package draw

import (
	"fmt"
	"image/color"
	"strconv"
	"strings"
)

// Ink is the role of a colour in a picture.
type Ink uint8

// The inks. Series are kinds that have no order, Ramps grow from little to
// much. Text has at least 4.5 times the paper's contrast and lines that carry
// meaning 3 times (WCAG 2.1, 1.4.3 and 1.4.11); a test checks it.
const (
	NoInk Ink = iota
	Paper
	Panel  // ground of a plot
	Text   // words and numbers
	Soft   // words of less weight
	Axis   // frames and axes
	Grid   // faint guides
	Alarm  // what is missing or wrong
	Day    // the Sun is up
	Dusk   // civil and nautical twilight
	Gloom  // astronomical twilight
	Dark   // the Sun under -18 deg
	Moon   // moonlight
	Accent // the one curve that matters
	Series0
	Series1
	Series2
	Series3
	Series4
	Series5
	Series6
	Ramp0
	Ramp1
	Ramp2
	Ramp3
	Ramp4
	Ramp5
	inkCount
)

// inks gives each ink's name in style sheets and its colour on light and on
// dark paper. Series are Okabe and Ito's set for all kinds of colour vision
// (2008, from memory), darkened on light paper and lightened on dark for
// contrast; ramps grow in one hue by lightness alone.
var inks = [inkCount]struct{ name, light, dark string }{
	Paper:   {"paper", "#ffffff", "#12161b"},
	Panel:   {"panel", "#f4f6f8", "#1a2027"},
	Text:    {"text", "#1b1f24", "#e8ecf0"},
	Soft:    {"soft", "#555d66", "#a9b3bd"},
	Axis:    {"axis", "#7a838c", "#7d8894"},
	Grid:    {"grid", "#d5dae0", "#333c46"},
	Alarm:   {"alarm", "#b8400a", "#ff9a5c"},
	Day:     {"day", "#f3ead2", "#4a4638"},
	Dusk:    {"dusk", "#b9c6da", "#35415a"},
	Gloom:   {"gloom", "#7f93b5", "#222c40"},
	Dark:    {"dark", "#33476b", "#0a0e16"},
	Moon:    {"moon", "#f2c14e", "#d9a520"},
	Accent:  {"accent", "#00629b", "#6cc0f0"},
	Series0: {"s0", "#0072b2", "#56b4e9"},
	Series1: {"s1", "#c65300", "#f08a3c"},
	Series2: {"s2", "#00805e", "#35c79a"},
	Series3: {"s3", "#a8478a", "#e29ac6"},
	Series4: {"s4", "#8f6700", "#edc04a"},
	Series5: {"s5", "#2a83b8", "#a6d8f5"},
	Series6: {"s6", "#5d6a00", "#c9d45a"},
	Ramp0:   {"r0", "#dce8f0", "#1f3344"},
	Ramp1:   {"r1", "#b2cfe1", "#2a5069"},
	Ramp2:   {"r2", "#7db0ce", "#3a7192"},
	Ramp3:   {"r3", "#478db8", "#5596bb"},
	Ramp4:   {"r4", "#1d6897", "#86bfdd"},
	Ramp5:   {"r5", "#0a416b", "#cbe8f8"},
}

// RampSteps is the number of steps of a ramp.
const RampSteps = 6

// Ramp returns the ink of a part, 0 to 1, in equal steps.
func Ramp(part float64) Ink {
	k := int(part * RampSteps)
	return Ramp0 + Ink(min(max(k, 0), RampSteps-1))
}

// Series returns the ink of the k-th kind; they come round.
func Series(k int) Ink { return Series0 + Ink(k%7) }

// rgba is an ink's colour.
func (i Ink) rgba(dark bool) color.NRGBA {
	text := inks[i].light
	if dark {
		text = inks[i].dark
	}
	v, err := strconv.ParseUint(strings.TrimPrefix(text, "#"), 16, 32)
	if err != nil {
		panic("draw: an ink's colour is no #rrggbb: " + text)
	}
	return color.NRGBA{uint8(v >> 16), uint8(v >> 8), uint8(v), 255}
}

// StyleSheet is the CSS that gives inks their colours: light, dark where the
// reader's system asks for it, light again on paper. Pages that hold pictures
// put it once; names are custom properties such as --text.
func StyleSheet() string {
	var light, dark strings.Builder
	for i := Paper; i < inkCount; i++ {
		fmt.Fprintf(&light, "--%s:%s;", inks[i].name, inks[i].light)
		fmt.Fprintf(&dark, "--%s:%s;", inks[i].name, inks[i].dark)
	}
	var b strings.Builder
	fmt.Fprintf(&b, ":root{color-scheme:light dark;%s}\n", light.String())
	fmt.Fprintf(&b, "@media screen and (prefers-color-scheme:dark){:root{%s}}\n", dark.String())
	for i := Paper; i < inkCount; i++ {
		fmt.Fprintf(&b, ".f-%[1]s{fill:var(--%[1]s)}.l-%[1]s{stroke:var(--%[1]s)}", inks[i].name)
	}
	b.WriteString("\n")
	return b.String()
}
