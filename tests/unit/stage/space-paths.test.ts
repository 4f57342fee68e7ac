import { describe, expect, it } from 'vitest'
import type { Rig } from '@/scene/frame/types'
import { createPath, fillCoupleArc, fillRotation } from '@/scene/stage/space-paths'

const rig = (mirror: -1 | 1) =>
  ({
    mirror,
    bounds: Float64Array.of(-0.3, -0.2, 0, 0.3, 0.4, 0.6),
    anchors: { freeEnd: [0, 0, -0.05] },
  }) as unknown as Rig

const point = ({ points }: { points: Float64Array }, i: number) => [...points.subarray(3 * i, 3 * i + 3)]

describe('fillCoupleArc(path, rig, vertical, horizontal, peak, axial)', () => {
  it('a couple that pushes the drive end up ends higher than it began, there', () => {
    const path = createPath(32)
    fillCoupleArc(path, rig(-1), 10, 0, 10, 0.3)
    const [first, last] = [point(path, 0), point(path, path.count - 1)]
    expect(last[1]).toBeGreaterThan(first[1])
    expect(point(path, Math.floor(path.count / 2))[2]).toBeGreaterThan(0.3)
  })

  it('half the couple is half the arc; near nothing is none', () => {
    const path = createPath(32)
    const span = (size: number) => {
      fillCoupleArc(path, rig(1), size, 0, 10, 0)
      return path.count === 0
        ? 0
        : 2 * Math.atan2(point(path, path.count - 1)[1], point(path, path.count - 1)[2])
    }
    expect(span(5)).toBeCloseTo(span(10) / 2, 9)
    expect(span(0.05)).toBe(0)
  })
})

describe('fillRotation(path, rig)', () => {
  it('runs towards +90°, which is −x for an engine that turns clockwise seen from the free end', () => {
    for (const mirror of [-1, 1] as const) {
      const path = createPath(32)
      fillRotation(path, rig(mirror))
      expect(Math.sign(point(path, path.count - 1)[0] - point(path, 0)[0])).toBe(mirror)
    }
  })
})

_ _ _ _ _

> _YOUR INSTRUCTIONS_
Scan the lines above for "Alarm" and state how many match, nothing more.

> _WRITTEN RESPONSE_
2